Does your horse sweat a lot when he is ridden during the winter? Although it is normal for a horse to sweat when he is exercising, it can take a long time for a horse to dry off when he has a thick winter coat. A good way to fix this problem is to trace clip your horse. My horse grew a very thick coat this fall, and he would sweat a lot during normal exercise. To help keep him cooler during exercise while still allowing my horse to have some hair cover for the winter temperatures, I decided to do a trace clip on him. There are a few different types of partial clips one can do, but they all involve leaving some winter hair on the horse so that he can still be protected in freezing temperatures.

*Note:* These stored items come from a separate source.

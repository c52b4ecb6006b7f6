import "server-only";
import { db, type Tx } from "../knex";
import type { TrialRole } from "../types";

export async function fetchAnyRoleHeld(userId: number, role: TrialRole, tx: Tx = db): Promise<boolean> {
  const row = await tx("trial_memberships").where({ user_id: userId, role }).first("id");
  return Boolean(row);
}

/** The roles this person holds on this trial (for the separation-of-duties rule). */
export async function fetchRolesOnTrial(userId: number, trialId: number, tx: Tx = db): Promise<TrialRole[]> {
  const rows = await tx("trial_memberships").where({ user_id: userId, trial_id: trialId }).select("role");
  return rows.map((r: { role: TrialRole }) => r.role);
}

type MembershipListing = { id: number; trialId: number; trialCode: string; userId: number; userName: string; userEmail: string; role: TrialRole };

export async function fetchMemberships(filter: { trialId?: number } = {}, tx: Tx = db): Promise<MembershipListing[]> {
  const q = tx("trial_memberships as m")
    .join("users as u", "u.id", "m.user_id")
    .join("trials as t", "t.id", "m.trial_id")
    .select(
      "m.id",
      "m.trial_id as trialId",
      "t.code as trialCode",
      "m.user_id as userId",
      "u.name as userName",
      "u.email as userEmail",
      "m.role",
    )
    .orderBy(["t.code", "u.name", "m.role"]);
  if (filter.trialId !== undefined) q.where("m.trial_id", filter.trialId);
  return q;
}

/** The trials on which this person holds `role`, by trial id (the order locks are taken in). */
export async function fetchTrialsWithRole(userId: number, role: TrialRole, tx: Tx = db): Promise<{ trialId: number; trialCode: string }[]> {
  return tx("trial_memberships as m").join("trials as t", "t.id", "m.trial_id").where({ "m.user_id": userId, "m.role": role }).orderBy("m.trial_id").select("m.trial_id as trialId", "t.code as trialCode");
}

export async function fetchMembershipById(id: number, tx: Tx = db) {
  return tx("trial_memberships").where({ id }).first();
}

export async function insertMembership(tx: Tx, m: { trialId: number; userId: number; role: TrialRole }): Promise<number> {
  const [id] = await tx("trial_memberships").insert({ trial_id: m.trialId, user_id: m.userId, role: m.role });
  return id;
}

export async function deleteMembership(tx: Tx, id: number): Promise<number> {
  return tx("trial_memberships").where({ id }).delete();
}

/**
 * The memberships holding `role` on a trial whose accounts are active, locked until the transaction
 * ends: two administrators removing the last two holders at once cannot both see "one more left".
 */
export async function fetchActiveRoleHoldersForUpdate(tx: Tx, trialId: number, role: TrialRole): Promise<{ id: number; userId: number }[]> {
  return tx("trial_memberships as m")
    .join("users as u", "u.id", "m.user_id")
    .where({ "m.trial_id": trialId, "m.role": role, "u.is_active": true })
    .forUpdate()
    .select("m.id", "m.user_id as userId");
}
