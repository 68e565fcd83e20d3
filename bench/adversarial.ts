/**
 * Inputs that make mathjs `simplify` take exponential time (see the shared library facts: a 24-deep
 * exp tower > 60 s, a sum of 16 sigmoids 2.1 s, the 4th derivative of BCE∘σ 12.6 s unbudgeted), and
 * relatives of them. Each is a tree as the engine would hand it to `simplifyWithinBudget`.
 */
import type { MathNode } from 'mathjs';
import { SlopewiseError } from '../src/core/errors';
import { differentiate, parseFormula, simplifyWithinBudget } from '../src/core/expr';
import { math } from '../src/core/math';

export interface Adversarial { name: string; node: MathNode }

function tower(depth: number): string {
  let s = 'x';
  for (let i = 0; i < depth; i++) s = `exp(${s})`;
  return s;
}

function sumOfSigmoids(n: number): string {
  return Array.from({ length: n }, (_, i) => `1 / (1 + exp(-${(i + 1) * 0.37} * x + ${i * 0.11}))`).join(' + ');
}

/**
 * The n-th derivative as derive() would reach it: each earlier derivative simplified within budget,
 * the last one raw (that is what simplify is handed). Undefined when the engine refuses to grow the
 * derivative further (its node limit).
 */
function nth(text: string, n: number): MathNode | undefined {
  let node = parseFormula(text, { variable: 'x' }).node;
  try {
    for (let i = 0; i < n; i++) {
      node = differentiate(node, 'x');
      if (i < n - 1) node = simplifyWithinBudget(node).node;
    }
  } catch (e) {
    if (e instanceof SlopewiseError) return undefined;
    throw e;
  }
  return node;
}

function push(out: Adversarial[], name: string, node: MathNode | undefined): void {
  if (node) out.push({ name, node });
}

export function adversarialInputs(quick: boolean): Adversarial[] {
  const out: Adversarial[] = [];
  const towers = quick ? [8, 16] : [12, 16, 20, 24, 30, 40];
  for (const d of towers) {
    out.push({ name: `exp tower ${d}`, node: math.parse(tower(d)) });
    push(out, `d/dx exp tower ${d}`, nth(tower(d), 1));
  }
  for (const n of quick ? [8] : [8, 16, 24, 32]) out.push({ name: `sum of ${n} sigmoids`, node: math.parse(sumOfSigmoids(n)) });
  const comps: [string, string][] = [
    ['BCE∘σ', '-(0.3 * log(1 / (1 + exp(-x))) + 0.7 * log(1 - 1 / (1 + exp(-x))))'],
    ['mish∘gelu_tanh', 'mish(gelu_tanh(x))'],
    ['softplus∘silu∘tanh', 'softplus(silu(tanh(x)))'],
    ['σ∘σ∘σ', 'sigmoid(sigmoid(sigmoid(x)))'],
  ];
  for (const [name, text] of comps) {
    for (const n of quick ? [2] : [2, 3, 4, 5]) push(out, `d${n}/dx${n} ${name}`, nth(text, n));
  }
  return out;
}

This was the first year I chose to give my horse a partial clip, and I decided to give him a low trace clip. A low trace clip is where the bottom part of a horse’s neck, barrel, and hindquarters are clipped, leaving the rest of the horse’s body covered in winter hair. I’m glad I clipped my horse because he sweats a lot less now, so it does not take as long for him to dry off after exercise.
A high trace clip is similar to a low trace clip, except that the shaven part of the horse continues further up on the horse’s barrel, hindquarters, and neck; and the horse’s head is either partially or fully clipped. Another partial clip one can do is the blanket clip where only the horse’s legs and the upper half of his back and hindquarters are left un-clipped. The hunter clip is a partial clip in which the only parts of the horse left un-clipped are the legs and a patch of hair under the saddle area. I’ve also seen where a horse has just the bottom part of his neck and the underside of his belly clipped, which works well for horses in light work during the winter.
What kinds of clipping patterns have you done that have worked well to reduce the amount your horse sweats during the winter?